▸ Activity: Look for the word "typed". Copy every line of the listing where it occurs.

▸ Task inputs:

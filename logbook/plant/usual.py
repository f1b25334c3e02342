"""The readings of a usual log, in walk order, for engines whose plant.toml names none of its own."""

TWO_STROKE = (
    "engine_state", "engine_speed", "shaft_power", "load_indicator", "auxiliary_blower_state",
    "cylinder_exhaust_temperature", "cylinder_maximum_pressure", "cylinder_compression_pressure",
    "cylinder_jacket_outlet_temperature", "cylinder_piston_cooling_outlet_temperature",
    "compressor_inlet_temperature", "air_filter_pressure_drop", "charge_air_pressure", "charge_air_temperature",
    "cooler_air_pressure_drop", "cooler_water_inlet_temperature", "cooler_water_outlet_temperature",
    "turbocharger_speed", "turbine_inlet_temperature", "turbine_outlet_temperature", "exhaust_receiver_pressure",
    "engine_fuel_index", "fuel_inlet_pressure", "fuel_inlet_temperature", "fuel_viscosity",
    "lube_oil_inlet_pressure", "lube_oil_inlet_temperature", "jacket_water_inlet_temperature",
    "jacket_water_outlet_temperature", "jacket_water_pressure", "thrust_bearing_temperature",
    "shaft_generator_power", "revolution_counter", "engine_running_hours", "cylinder_oil_meter",
)  # fmt: skip

FOUR_STROKE = (
    "engine_state", "engine_speed", "cylinder_exhaust_temperature", "cylinder_maximum_pressure",
    "compressor_inlet_temperature", "charge_air_pressure", "charge_air_temperature",
    "cooler_water_inlet_temperature", "turbocharger_speed", "turbine_inlet_temperature",
    "turbine_outlet_temperature", "engine_fuel_index", "fuel_inlet_pressure", "fuel_inlet_temperature",
    "lube_oil_inlet_pressure", "lube_oil_inlet_temperature", "lube_oil_filter_pressure_drop",
    "jacket_water_inlet_temperature", "jacket_water_outlet_temperature", "crankcase_pressure",
    "generator_power", "power_factor", "generator_energy", "engine_running_hours",
)  # fmt: skip

GAS = (
    "engine_state", "engine_speed", "ignition_timing", "cylinder_exhaust_temperature",
    "compressor_inlet_temperature", "charge_air_pressure", "charge_air_temperature",
    "cooler_water_inlet_temperature", "turbocharger_speed", "turbine_inlet_temperature",
    "turbine_outlet_temperature", "gas_inlet_pressure", "lube_oil_inlet_pressure", "lube_oil_inlet_temperature",
    "lube_oil_filter_pressure_drop", "jacket_water_inlet_temperature", "jacket_water_outlet_temperature",
    "crankcase_pressure", "generator_power", "power_factor", "generator_energy", "engine_running_hours",
    "start_count",
)  # fmt: skip

_OF_TWO_STROKES_ONLY = ("cylinder_piston", "auxiliary_blower", "cylinder_oil", "thrust")

SHIP = (
    "sea_water_temperature", "low_temperature_water_temperature", "barometric_pressure", "outside_air_temperature",
)  # fmt: skip
STATION = ("outside_air_temperature", "relative_humidity", "barometric_pressure")


def engine_readings(cycle: str, fuel: str, use: str) -> tuple[str, ...]:
    """The usual points of one engine."""
    if cycle == "two-stroke":
        usual: tuple[str, ...] = TWO_STROKE
    elif use == "propulsion":
        usual = tuple(key for key in TWO_STROKE if not key.startswith(_OF_TWO_STROKES_ONLY))
    else:
        usual = GAS if fuel == "gas" else FOUR_STROKE
    if fuel == "both":
        place = usual.index("fuel_inlet_pressure")
        usual = (*usual[:place], "gas_inlet_pressure", *usual[place:])
    return usual


def plant_readings(kind: str) -> tuple[str, ...]:
    """The usual points read once a round for the whole plant."""
    return SHIP if kind == "ship" else STATION
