# family -> unit of the list -> the same in pint; the first of each is the base unit of the family.
IN_PINT = {
    "rotation": {"rpm": "revolution/minute", "rps": "revolution/second"},
    "power": {"kW": "kW", "MW": "MW", "W": "W", "PS": "metric_horsepower", "hp(mechanical)": HP},
    "torque": {
        "kNm": "kN*m", "Nm": "N*m", "MNm": "MN*m", "kgm": "kilogram_force*m", "lbft": "pound*g_0*foot",
    },
    "share": {"%": "percent"},
    "difference": {"K": "kelvin", "degF": "delta_degF"},
    "pressure": {
        "bar": "bar", "barg": "bar", "bara": "bar", "mbar": "mbar", "MPa": "MPa", "MPa(g)": "MPa", "MPa(a)": "MPa",
        "kPa": "kPa", "kPa(g)": "kPa", "kPa(a)": "kPa", "Pa": "Pa", "kg/cm2": "kilogram_force/cm**2",
        "ata": "technical_atmosphere", "at(technical)": "technical_atmosphere", "atm(standard)": "standard_atmosphere",
        "psi": "psi", "psia": "psi",
    },
    "small pressure": {"mbar": "mbar", "kPa": "kPa", "Pa": "Pa", "mmWC": "mmH2O", "inWC": "inH2O"},
    "barometer": {"mbar": "mbar", "bar": "bar", "kPa": "kPa", "mmHg": "mmHg", "inHg": "inHg"},
    "energy": {
        "kWh": "kWh", "MWh": "MWh", "GWh": "GWh", "kJ": "kJ", "MJ": "MJ", "GJ": "GJ",
        "kcal(LHV)": "kilocal_it", "Btu(LHV)": "Btu_it", "MMBtu(LHV)": "1e6*Btu_it", "therm(LHV)": "1e5*Btu_it",
    },
    "volume": {
        "L": "L", "m3": "m**3", "usg": "gallon", "ig": "imperial_gallon", "bbl": "oil_barrel",
    },
    "gas volume": {
        "Nm3": f"m**3 * {NORMAL}", "Sm3": f"m**3 * {STANDARD}", "m3": None,
        **{
            f"{head}scf({psi})": f"{factor} * {CUBIC_FOOT.format(psi=psi)}"
            for psi in ("14.696", "14.73") for head, factor in (("", 1), ("m", 1e3), ("mm", 1e6))
        },
    },
    "mass": {
        "kg": "kg", "t": "tonne", "g": "g", "lb": "pound", "long ton": "long_ton", "short ton": "short_ton",
    },
    "flow": {
        "kg/h": "kg/h", "t/h": "tonne/h", "t/d": "tonne/day", "L/h": None, "m3/h": None,
    },
    "hours": {"h": "h", "min": "min"},
    "calorific value": {
        "MJ/kg": "MJ/kg", "kJ/kg": "kJ/kg", "kcal/kg": "kilocal_it/kg", "kWh/kg": "kWh/kg", "Btu/lb": "Btu_it/pound",
    },
    "gas calorific value": {
        "MJ/Nm3": f"MJ / (m**3 * {NORMAL})", "MJ/Sm3": f"MJ / (m**3 * {STANDARD})",
        "kJ/Nm3": f"kJ / (m**3 * {NORMAL})", "kWh/Nm3": f"kWh / (m**3 * {NORMAL})",
        "kWh/Sm3": f"kWh / (m**3 * {STANDARD})", "kcal/Nm3": f"kilocal_it / (m**3 * {NORMAL})",
        "Btu/scf(LHV, 14.696)": f"Btu_it / ({CUBIC_FOOT.format(psi='14.696')})",
        "Btu/scf(LHV, 14.73)": f"Btu_it / ({CUBIC_FOOT.format(psi='14.73')})",
    },
    "heat rate": {
        "kJ/kWh": "kJ/kWh", "MJ/kWh": "MJ/kWh", "kcal/kWh(LHV)": "kilocal_it/kWh", "Btu/kWh(LHV)": "Btu_it/kWh",
    },
    "density": {"kg/m3": "kg/m**3", "kg/L": "kg/L", "sg(60/60)": "999.016 kg/m**3", "sg(15/4)": "999.972 kg/m**3"},
    "viscosity": {"cSt": "centistokes"},
    "distance": {"nm": "nautical_mile", "km": "km"},
    "ship speed": {"kn": "knot", "km/h": "km/h"},
    "length": {"m": "m", "cm": "cm", "mm": "mm", "ft": "foot", "in": "inch"},
    "count": {"count": "count"},
    "angle": {"deg": "degree"},
    "frequency": {"Hz": "Hz"},
    "specific use": {
        "g/kWh": "g/kWh", "kg/kWh": "kg/kWh", "g/PSh": "g/(metric_horsepower*h)", "g/hph(mechanical)": f"g/({HP}*h)",
        "lb/PSh": "pound/(metric_horsepower*h)", "lb/hph(mechanical)": f"pound/({HP}*h)", "lb/kWh": "pound/kWh",
        "kWh/L": None, "kWh/usg": None, "kWh/ig": None, "L/kWh": None,
    },
    "duration": {"ms": "ms", "s": "s"},
    "nox": {"mg/Nm3": "mg/m**3", "g/Nm3": "g/m**3"},
    "wind force": {"Bft": "count"},
    "content": {"%": "percent", "% m/m": "percent", "% v/v": "percent", "ppm": "ppm", "mg/kg": "mg/kg"},
    "index": {"index": "count"},
}  # fmt: skip

# Units that do not belong to the first of their family (another basis), against one that does.
OTHER_BASES = {
    ("gas volume", "m3"): ("m3", "1"),
    ("flow", "L/h"): ("L/h", "L/h"),
    ("flow", "m3/h"): ("L/h", "m**3/h"),
    ("specific use", "kWh/L"): ("kWh/L", "kWh/L"),
    ("specific use", "kWh/usg"): ("kWh/L", "kWh/gallon"),
    ("specific use", "kWh/ig"): ("kWh/L", "kWh/imperial_gallon"),
    ("specific use", "L/kWh"): ("L/kWh", "L/kWh"),
}


def rows() -> list[dict[str, str]]:
    lines = files("logbook.plant").joinpath("units.csv").read_text(encoding="utf-8").splitlines()
    return list(csv.DictReader(lines))


def units() -> list[tuple[str, str, str]]:
    """family, unit and its first spelling of every row that is a unit with a factor and no zero of its own."""
    return [
        (row["family"], row["unit"], row["spellings"].split()[0])
        for row in rows()
        if row["factor"] and row["family"] != "temperature"
    ]


@pytest.mark.parametrize(("family", "unit", "spelling"), units())
def test_every_factor_is_that_of_pint(family: str, unit: str, spelling: str) -> None:
    if (family, unit) in OTHER_BASES:
        base, expression = OTHER_BASES[family, unit]
        base_expression = OTHER_BASES[family, base][1]
    else:
        table = IN_PINT[family]
        base, base_expression, expression = next(iter(table)), next(iter(table.values())), table[unit]
    here = registry.Quantity(3.7, "") * registry(expression)
    there = registry(base_expression)
    assert here.check(there.dimensionality), f"{unit} and {base} are not of one dimension"
    expected = (here / there).to_base_units().magnitude
    found = convert(3.7, spelling, family, canonical_unit=base).number
    assert found == pytest.approx(expected, rel=5e-9)


@pytest.mark.parametrize(("typed", "kelvin"), [("98 F", "98 degF"), ("98.6 degC", "98.6 degC"), ("310.15 K", "310.15")])
def test_temperatures_are_those_of_pint(typed: str, kelvin: str) -> None:
    number, _, scale = kelvin.partition(" ")
    expected = registry.Quantity(float(number), scale or "kelvin").to("degC").magnitude
    assert parse_quantity(typed, "temperature").number == pytest.approx(expected, abs=1e-12)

▸ The answer:
@pytest.mark.parametrize(("typed", "kelvin"), [("98 F", "98 degF"), ("98.6 degC", "98.6 degC"), ("310.15 K", "310.15")])
def test_temperatures_are_those_of_pint(typed: str, kelvin: str) -> None:
    assert parse_quantity(typed, "temperature").number == pytest.approx(expected, abs=1e-12)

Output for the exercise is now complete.